O Centro de Referência Paralímpico (CRP), inaugurado em 27 de agosto deste ano e localizado no Setor de Educação Física da Universidade Federal do Paraná (UFPR), é fruto de uma parceria entre a UFPR, a Secretária Estadual do Esporte e o Comitê Paralímpico Brasileiro (CPB). O centro faz parte de um projeto nacional do CPB, com o objetivo de oferecer modalidades paralímpicas em estados de todas as regiões do Brasil.
Utilizando a infraestrutura da universidade, o CRP de Curitiba oferece quatro modalidades paralímpicas: tênis de mesa em cadeira de rodas, parabadminton, goalball e atletismo. Os treinos ocorrem pela manhã e à tarde e o centro busca atender crianças e jovens (7 a 17 anos), independente do nível de habilidade. A iniciativa atua na tentativa de fornecer espaços de formação e desenvolvimento de novos talentos no esporte paralímpico. O centro surge, também, como uma forma de avaliar se, para além de grandes competições como as Paraolimpíadas, existe uma inclusão real dos jovens atletas no esporte.

Dificuldades à inclusão
Atendendo cerca de 40 jovens, a professora Ana Claudia Osiecki, coordenadora do centro, explica que, além do preconceito sofrido pelos paratletas, lacunas em termos de acessibilidade e visibilidade dificultam a inserção de pessoas com deficiência (PCD) no esporte e crescimento do centro. O projeto está em um momento de captação de atletas, com parcerias que apoiam a infraestrutura e material usados, porém a falta de divulgação, segundo a coordenadora, dificulta o avanço.
Além dos desafios de visibilidade, os profissionais que atuam no CRP de Curitiba também apontam dificuldades cotidianas para garantir que os atletas tenham acesso aos recursos necessários. Kevin Lima, que atua com o esporte paralímpico há mais de 10 anos e dá aulas de atletismo no centro, destaca a importância da equipe interdisciplinar, mas também aponta a necessidade de melhorias em certas áreas. O professor destaca o trabalho que tem se desenvolvido no centro, mas afirma que o acesso aos atletas e o investimento em locomoção e transporte para facilitar que eles venham à pista ainda é um desafio.

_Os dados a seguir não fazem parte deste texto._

def _head(flute: spec_model.Flute, bore_d: float,
          wall: float) -> tuple[EngineHead, Head, solve.CorkRange | None]:
    """The exciting end, checked against the tube it sits in, and the cork's range (None for
    a duct flute; fixed where the spec gives `cork`)."""
    h = flute.head
    name = f"flute `{flute.id}`"
    if flute.family == "duct-flute":
        assert h.window_length_m is not None and h.window_width_m is not None
        labium = h.window_from_top_m or (2 * bore_d + h.window_length_m)
        if h.window_width_m > bore_d:
            raise PhysicsError.at(_at(flute, "head.window.width"),
                                  f"{name}: the window ({h.window_width_m * 1000:.1f} mm) is "
                                  f"wider than the bore ({bore_d * 1000:.1f} mm)",
                                  "a window is usually 1/2 to 3/4 of the bore diameter")
        if labium <= h.window_length_m:
            raise PhysicsError.at(_at(flute, "head.window.from_top"),
                                  f"{name}: the labium {labium * 1000:.1f} mm from the top "
                                  f"leaves no room for the block above a "
                                  f"{h.window_length_m * 1000:.1f} mm window",
                                  "put the labium at least two bore diameters from the top end")
        if h.duct_height_m is not None and h.duct_height_m >= bore_d / 2:
            raise PhysicsError.at(_at(flute, "head.duct.height"),
                                  f"{name}: a duct {h.duct_height_m * 1000:.1f} mm high takes "
                                  f"half the bore ({bore_d * 1000:.1f} mm) or more",
                                  "ducts are commonly 1 to 1.5 mm high")
        mouth = labium - h.window_length_m / 2
        # The bore is closed at the block's face, the window's upper edge: half a window
        # above the mouth's centre.
        engine = EngineHead("duct", mouth_position_m=mouth, window_length_m=h.window_length_m,
                            window_width_m=h.window_width_m, window_thickness_m=wall,
                            cavity_length_m=h.window_length_m / 2)
        report = Head("duct", h.window_length_m, h.window_width_m, h.duct_height_m, labium,
                      None, None, None)
        return engine, report, None
    assert h.embouchure_diameter_m is not None
    if h.embouchure_diameter_m >= bore_d:
        raise PhysicsError.at(_at(flute, "head.embouchure.diameter"),
                              f"{name}: the embouchure hole ({h.embouchure_diameter_m * 1000:.1f}"
                              f" mm) is as wide as the bore ({bore_d * 1000:.1f} mm) or wider",
                              "an embouchure hole is commonly 1/2 to 2/3 of the bore diameter")
    low, high = (r * bore_d for r in solve.CORK_RANGE)
    mouth = h.embouchure_from_top_m or ((h.cork_m or high) + ABOVE_CORK_M)
    if h.cork_m is not None and h.cork_m >= mouth:
        raise PhysicsError.at(_at(flute, "head.cork"),
                              f"{name}: the cork {h.cork_m * 1000:.1f} mm above the embouchure "
                              f"hole would sit above the top end (the hole is "
                              f"{mouth * 1000:.1f} mm from the top)",
                              "make `cork` smaller than `embouchure.from_top`, or move the hole "
                              "further down")
    if h.cork_m is not None:
        check_cork_clear(h.cork_m, h.embouchure_diameter_m, _at(flute, "head.cork"), name)
        cork = solve.CorkRange(h.cork_m, h.cork_m, h.cork_m)
    else:
        # Never closer than the hole's edge and a rim: a nearer cork is no option to offer.
        rim = h.embouchure_diameter_m / 2 + CORK_RIM_M
        at_rim = rim >= low
        low = max(low, rim)
        high = min(high, mouth - CORK_ROOM_M)
        if high <= low:
            raise PhysicsError.at(_at(flute, "head.embouchure.from_top"),
                                  f"{name}: the embouchure hole {mouth * 1000:.1f} mm from the "
                                  f"top leaves no room for a cork {low * 1000:.1f} mm or more "
                                  "above it",
                                  "move the embouchure hole further down, or give `cork`")
        cork = solve.CorkRange(low, high, min(max(bore_d, low), high), at_rim)
    engine = EngineHead("embouchure", mouth_position_m=mouth,
                        embouchure_radius_m=h.embouchure_diameter_m / 2,
                        embouchure_chimney_m=wall, cavity_length_m=cork.start_m,
                        lip_coverage=h.lip_cover if h.lip_cover is not None else LIP_COVERAGE)
    report = Head("embouchure", None, None, None, None, h.embouchure_diameter_m, mouth,
                  cork.start_m)
    return engine, report, cork


def _rows(flute: spec_model.Flute, inputs: FluteInputs) -> flute_report.Rows:
    """Fingering table rows: every fingering in register 1, then again in register 2; each
    row's spec position is its fingering's."""
    table, targets, registers, names, where = [], [], [], [], []
    for f in flute.fingerings:
        table.append(f.closed)
        targets.append(target_hz(inputs.tuning, f.note, f.frequency_hz))
        registers.append(1)
        names.append(note_name(f.note))
        where.append(f.position)
    for f, first in zip(flute.fingerings, list(targets), strict=True):
        if f.second_register == NO_SECOND_REGISTER:
            continue
        second = f.second_register if f.second_register is not None else f.note + 12
        table.append(f.closed)
        targets.append(target_hz(inputs.tuning, second) if second <= 127 else 2 * first)
        registers.append(2)
        names.append(note_name(min(second, 127)))
        where.append(f.position)
    return flute_report.Rows(tuple(table), tuple(targets), tuple(registers), tuple(names),
                             tuple(where))


def _where(flute: spec_model.Flute, exc: solve.DesignError,
           row_positions: tuple[Position, ...]) -> Position:
    """The spec position a design error concerns: its hole, its fingering row, or the part of
    the flute it names."""
    if exc.hole is not None and 0 <= exc.hole < len(flute.holes):
        return flute.holes[exc.hole].position
    if exc.row is not None and 0 <= exc.row < len(row_positions):
        return row_positions[exc.row]
    return flute.where.get(exc.about, flute.position)
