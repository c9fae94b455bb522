"""Benchmark of the acoustic engine (a script, not collected by pytest).

Run: python tests/benchmarks/bench_impedance.py

Prints:
- impedance spectra per second for a six-hole flute, 2000 frequencies × 14 fingerings, in one
  vectorised evaluation;
- the same evaluation as a plain Python loop, one frequency and one fingering per call, and the
  speed ratio (the loop is timed on a subset and scaled; its values are checked against the
  vectorised ones);
- the full solve time of an eight-hole side-blown flute with two registers (9 fingerings, first
  register solved, second predicted), drill snapping included.
"""

from __future__ import annotations

import sys
import time
from collections.abc import Callable
from pathlib import Path

import numpy as np

sys.path.insert(0, str(Path(__file__).resolve().parents[2]))

from compiler.acoustics.air import Air  # noqa: E402
from compiler.acoustics.impedance import Bore, Head, Hole, Instrument, input_impedance  # noqa: E402
from compiler.acoustics.solve import (  # noqa: E402
    CorkRange,
    Design,
    HoleConstraints,
    design_holes,
)

AIR = Air(293.15, 101325.0, 0.5, 0.0004, "benade", 343.282, 1.20391, 1.81439e-5, 1.40189, 0.7092)


def best_of(n: int, fn: Callable[[], object]) -> float:
    times = []
    for _ in range(n):
        t0 = time.perf_counter()
        fn()
        times.append(time.perf_counter() - t0)
    return min(times)


def six_hole_flute() -> tuple[Instrument, np.ndarray]:
    holes = tuple(Hole(0.17 + 0.021 * i, 0.0036 + 0.0002 * i, 0.0013) for i in range(6))
    head = Head(
        "duct",
        mouth_position_m=0.025,
        window_length_m=0.006,
        window_width_m=0.011,
        window_thickness_m=0.0013,
        cavity_length_m=0.003,
    )
    flute = Instrument(Bore.cylinder(0.0095), holes, head, 0.33)
    rng = np.random.default_rng(1)
    scale = np.array([[True] * (6 - i) + [False] * i for i in range(7)])
    fingerings = np.vstack([scale, rng.random((7, 6)) < 0.5])  # 14 fingerings
    return flute, fingerings


def main() -> None:
    flute, fingerings = six_hole_flute()
    freqs = np.linspace(50.0, 4000.0, 2000)
    vec = best_of(5, lambda: input_impedance(flute, AIR, freqs, fingerings))
    n_spectra = fingerings.shape[0]
    print(
        f"vectorised: 2000 frequencies x {n_spectra} fingerings in {vec * 1e3:.1f} ms "
        f"= {n_spectra / vec:.0f} spectra/s, {freqs.size * n_spectra / vec / 1e6:.2f} M points/s"
    )

    subset = freqs[::20]  # 100 frequencies, scaled up to 2000 below
    z_ref = input_impedance(flute, AIR, subset, fingerings)

    def loop() -> np.ndarray:
        out = np.empty((n_spectra, subset.size), dtype=complex)
        for i in range(n_spectra):
            for j, f in enumerate(subset):
                out[i, j] = input_impedance(flute, AIR, [f], fingerings[i])[0, 0]
        return out

    assert np.allclose(loop(), z_ref, rtol=1e-12)
    per_loop = best_of(2, loop) * freqs.size / subset.size
    print(
        f"scalar loop: {per_loop:.2f} s for the same 2000 x {n_spectra} "
        f"(timed on {subset.size} frequencies); ratio {per_loop / vec:.0f}x"
    )

    def et(m: int) -> float:
        return 440.0 * 2 ** ((m - 69) / 12)

    notes = (72, 74, 76, 77, 79, 81, 83, 84, 86)
    scale = np.array([[True] * (8 - i) + [False] * i for i in range(9)])
    table = np.vstack([scale, scale[:5]])  # C5 ... G5 overblown as well
    targets = [et(m) for m in notes] + [et(m + 12) for m in notes[:5]]
    regs = [1] * 9 + [2] * 5
    head = Head(
        "embouchure",
        mouth_position_m=0.03,
        embouchure_radius_m=0.0045,
        embouchure_chimney_m=0.0035,
        cavity_length_m=0.017,
    )
    drills = tuple(np.arange(2.0, 13.01, 0.5) / 1000)
    limits = HoleConstraints(max_diameter_m=0.010)
    bore_d = 0.01905 - 2 * 0.00124
    cork = CorkRange(0.25 * bore_d, 1.2 * bore_d, bore_d)

    def solve() -> Design:
        return design_holes(
            Bore.cylinder(bore_d / 2),
            0.00124,
            head,
            table,
            targets,
            AIR,
            registers=regs,
            drills_m=drills,
            constraints=limits,
            cork=cork,
        )

    t_solve = best_of(5, solve)
    design = solve()
    worst = [max(abs(r) for r, g in zip(design.residual_cents, regs, strict=True) if g == reg)
             for reg in (1, 2)]
    print(
        f"eight-hole two-register solve (cork free): {t_solve * 1e3:.0f} ms (best of 5), "
        f"{design.iterations} Gauss-Newton iterations, worst error after drill snapping "
        f"{worst[0]:.2f} cents (first register), {worst[1]:.2f} cents (second)"
    )


if __name__ == "__main__":
    main()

Ellen K.C Rank é atleta e mãe de Gabriel, 15 anos, e Matheus, 13. Seus dois filhos são autistas e treinam no CRP de Curitiba. Ellen conheceu a iniciativa por meio do Instituto São José de Paradesportos, em São José dos Pinhais. O CRP, para ela, garantiu um espaço adequado de treino para os filhos. “A gente vem para mostrar eles têm capacidade também, o que vai contra o que a sociedade fala”, ressalta.
Embora Gabriel e Matheus treinem no centro, existem grandes falhas em competições escolares, por exemplo, e em categorias específicas, como a de autismo. “Eles tentaram se inscrever nos Jogos Escolares do Paraná, mas não há uma categoria para autistas. Há tanto tempo que o autismo já é divulgado, e eles não criaram um regulamento”, expõe. A mãe também observa a divulgação escassa de eventos paralímpicos. A falta de atletas quase levou ao cancelamento de competições como os Jogos Paradesportivos do Paraná 2024 (Parajaps). Para Ellen a inclusão é fraca e precisa de mais investimentos.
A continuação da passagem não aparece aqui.